The Debtors opposition to the Motion sought to enjoin the occurrence of a shareholder meeting based on the clear abuse exception.  The Debtors asserted that Brooks, whose family holds approximately a 25% interest in SSBA, sought to compel the shareholder annual meeting in order to elect a new board of directors to reevaluate or abandon a global settlement (the “Proposed Settlement”) currently before the Court.  The Proposed Settlement is incorporated in a plan and proposes to (i) provide the Debtors with an exit strategy, (ii) resolve a variety of litigation matters, (iii) resolve competing claims to approximately $180 million of restrained assets; and (iv) provide for an interest-free $20 million loan to the Debtors to fund a chapter 11 plan that the creditors’ committee has agreed to co-sponsor.

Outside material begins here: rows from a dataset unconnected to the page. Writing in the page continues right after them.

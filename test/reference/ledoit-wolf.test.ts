import { readFileSync } from 'node:fs';
import { describe, expect, it } from 'vitest';
import { createReturnHistory, returnHistoryFromRows, type ReturnHistory } from '../../src/estimate/history.js';
import { ledoitWolfConstantCorrelation, ledoitWolfIdentity } from '../../src/estimate/ledoit-wolf.js';
import { parkMiller } from '../helpers/reference-data.js';

// Inputs and scikit-learn 1.9.1 outputs (sklearn.covariance.LedoitWolf), copied from the team's shared reference set into fixtures/ledoit-wolf.json.
interface LedoitWolfCase {
  readonly name: string;
  readonly X: number[][];
  readonly shrinkage: number;
  readonly covariance: number[][];
}
const reference = JSON.parse(
  readFileSync(new URL('./fixtures/ledoit-wolf.json', import.meta.url), 'utf8'),
) as { cases: LedoitWolfCase[] };

/** The 40×3 case's generator as stated in the reference file: X0=U0; X1=U1+0.5U0; X2=U2+0.3U0−0.2U1. */
function lcg40x3(): ReturnHistory {
  const next = parkMiller(12345); // Park–Miller LCG of shared/REFERENCES.md
  const values = new Float64Array(120);
  for (let t = 0; t < 40; t++) {
    const u0 = next() - 0.5;
    const u1 = next() - 0.5;
    const u2 = next() - 0.5;
    values.set([u0, u1 + 0.5 * u0, u2 + 0.3 * u0 - 0.2 * u1], t * 3);
  }
  return createReturnHistory(values, 40, 3);
}

function maxRelativeGap(actual: Float64Array, expected: readonly number[][]): number {
  const flat = expected.flat();
  const scale = Math.max(...flat.map(Math.abs));
  let gap = 0;
  for (let i = 0; i < flat.length; i++) gap = Math.max(gap, Math.abs(actual[i] - flat[i]) / scale);
  return gap;
}

function scaled(history: ReturnHistory, factor: number): ReturnHistory {
  return createReturnHistory(history.values.map((v) => v * factor), history.periods, history.series);
}

describe('Ledoit–Wolf, scaled-identity target, against scikit-learn', () => {
  it('rebuilds the 40×3 LCG input exactly from the stated generator', () => {
    const rebuilt = lcg40x3();
    const stored = reference.cases.find((c) => c.name === 'lcg-40x3');
    expect(stored).toBeDefined();
    expect(Array.from(rebuilt.values)).toEqual(stored!.X.flat());
  });

  for (const testCase of reference.cases) {
    it(`matches scikit-learn's shrinkage and matrix on ${testCase.name} (~1e-12 relative)`, () => {
      // Ledoit & Wolf (2004), J. Multivariate Analysis 88(2); scikit-learn LedoitWolf (mean removed, divisor n).
      const estimate = ledoitWolfIdentity(returnHistoryFromRows(testCase.X));
      expect(Math.abs(estimate.shrinkage - testCase.shrinkage) / testCase.shrinkage).toBeLessThan(1e-12);
      expect(maxRelativeGap(estimate.model.cov, testCase.covariance)).toBeLessThan(1e-12);
    });
  }

  it('keeps the shrinkage in [0, 1], is invariant to scaling the data and preserves the trace', () => {
    // Properties stated in Ledoit & Wolf (2004), J. Multivariate Analysis 88(2): δ = b²/d² with b² ≤ d²,
    // a ratio of quantities that scale alike; the target μI has the trace of S.
    for (const testCase of reference.cases) {
      const history = returnHistoryFromRows(testCase.X);
      const base = ledoitWolfIdentity(history);
      expect(base.shrinkage).toBeGreaterThanOrEqual(0);
      expect(base.shrinkage).toBeLessThanOrEqual(1);
      for (const factor of [1e-3, 7.5, 250]) {
        const other = ledoitWolfIdentity(scaled(history, factor));
        expect(Math.abs(other.shrinkage - base.shrinkage)).toBeLessThan(1e-12);
        for (let i = 0; i < base.model.cov.length; i++) {
          expect(other.model.cov[i] / (factor * factor)).toBeCloseTo(base.model.cov[i], 14);
        }
      }
      const n = history.series;
      let shrunkTrace = 0;
      let sampleTrace = 0;
      for (let j = 0; j < n; j++) {
        shrunkTrace += base.model.cov[j * n + j];
        let mean = 0;
        for (let t = 0; t < history.periods; t++) mean += history.values[t * n + j] / history.periods;
        for (let t = 0; t < history.periods; t++) sampleTrace += (history.values[t * n + j] - mean) ** 2 / history.periods;
      }
      expect(Math.abs(shrunkTrace - sampleTrace) / sampleTrace).toBeLessThan(1e-14);
    }
  });
});

describe('Ledoit–Wolf, constant-correlation target', () => {
  it('reproduces δ* and the mean correlation on the 40×3 LCG case', () => {
    // Ledoit & Wolf (2004), "Honey, I shrunk the sample covariance matrix", JPM 30(4);
    // values computed with numpy, listed in shared/REFERENCES.md (Covariance estimation).
    const estimate = ledoitWolfConstantCorrelation(lcg40x3());
    expect(Math.abs(estimate.shrinkage - 0.5215461271710512)).toBeLessThan(1e-13);
    expect(Math.abs(estimate.meanCorrelation! - 0.3165344808922563)).toBeLessThan(1e-14);
  });

  it('blends the sample matrix (divisor T) with the constant-correlation target at δ*', () => {
    // Same paper: Σ̂ = δ*F + (1 − δ*)S, F_ii = s_ii, F_ij = r̄·√(s_ii s_jj).
    const history = lcg40x3();
    const { model, shrinkage, meanCorrelation } = ledoitWolfConstantCorrelation(history);
    const n = 3;
    const t = history.periods;
    const mean = [0, 1, 2].map((j) => {
      let s = 0;
      for (let p = 0; p < t; p++) s += history.values[p * n + j];
      return s / t;
    });
    const sample = (i: number, j: number): number => {
      let s = 0;
      for (let p = 0; p < t; p++) s += (history.values[p * n + i] - mean[i]) * (history.values[p * n + j] - mean[j]);
      return s / t;
    };
    for (let i = 0; i < n; i++) {
      for (let j = 0; j < n; j++) {
        const target = i === j ? sample(i, i) : meanCorrelation! * Math.sqrt(sample(i, i) * sample(j, j));
        const expected = shrinkage * target + (1 - shrinkage) * sample(i, j);
        expect(Math.abs(model.cov[i * n + j] - expected)).toBeLessThan(1e-15);
      }
    }
  });
});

While the Court recognized that there was an argument to be made that clear abuse may be present in this case, the Debtors opposition to the Motion seeking an injunction was procedurally improper, rendering the Court unable to address the requested injunction.  The Court noted that if the Debtors present a motion for injunction based on the clear abuse standard, in the context of an adversary proceeding as required pursuant to Rule 7001(7) of the Federal Ruled of Bankruptcy Procedure, the Court might enjoin the meeting or the implementation of the results of such meeting upon a showing of “clear abuse.”

A copy of the Court’s opinion is available here.




1 Manville Corp. v. Equity Security Holders Committee (In re Johns-Manville Corp.), 801 F.2d 60, 63 (2d Cir. 1986) (“Johns-Manville”); Official Bondholder Committee v. Chase Manhatten [sic] Bank (In re Marvel Entm't Grp., Inc.), 209 B.R. 832 (D. Del. 1997) (“Marvel Entertainment”).